The TPLF’s criticisms strike many as presumptuous, given its role in creating the current conditions.
Jawar Mohammed, an influential Oromo activist and a fierce regime critic before Abiy came to power, attributes some of the unrest to those seeking to sabotage the reforms.
“This is like the power struggles in Addis Ababa manifesting itself in the street,” he told The Washington Post.
Even former prime minister Hailemariam Desalegn, whose resignation helped clear the way for Abiy’s rise, has publicly said that the TPLF was overbearing and blocked reforms during his tenure as premier and head of the ruling EPRDF party coalition.
But Hailemariam’s deputy, Demeke Mekonnen, whose support for Abiy helped ensure his election and who retained his post under Abiy, said in an interview that reform had always been the party’s plan — it was just a question of speed.
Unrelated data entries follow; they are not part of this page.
import { publishedDates, publishedDifferenceDays } from '#tests/support/sky/published-dates.js';
import { independentScanDays, ownScanDays } from './dates-by-scan.js';
import { modelAgainstRuleDays, setModelAgainstRuleDays } from './model-and-rule.js';
import { ephemSunDays, erfaStarDays } from './places-in-the-sky.js';
import { type Accuracy, accuracyOf } from './statistics.js';

/** How the engine differs from each authority; all runs give the same numbers. */
export function accuracyReport(): Accuracy[] {
  const published = ['published-dates.csv', 'further-dates.csv'].flatMap(publishedDates);
  const model = modelAgainstRuleDays();
  return [
    accuracyOf('published dates', published.map(publishedDifferenceDays)),
    accuracyOf('ERFA: places of stars', erfaStarDays()),
    accuracyOf('PyEphem: places of the Sun', ephemSunDays()),
    accuracyOf('independent scan (ERFA and PyEphem)', independentScanDays()),
    accuracyOf('plain scan of the tests', ownScanDays()),
    accuracyOf('model of visibility, same side', model.sameSide),
    accuracyOf('model of visibility, opposite side', model.oppositeSide),
    accuracyOf('model set by first mornings', setModelAgainstRuleDays()),
  ];
}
“Previously it was a very, very gradual, incremental process,” he said. “Now it is a very progressive and dramatic approach.”
Demeke acknowledged the new government’s challenges, including replacing the officials unable to manage the conflicts in the countryside, boosting the country’s earning capacity and meeting the sky-high expectations of the people.
Still, he said, there was no question of slowing the pace of change.
“Keeping this momentum and inclusive approach; deepening democracy; improving governance, the services; changing the bureaucracy, the attitudes and response — that is the serious agenda for the upcoming time,” he said.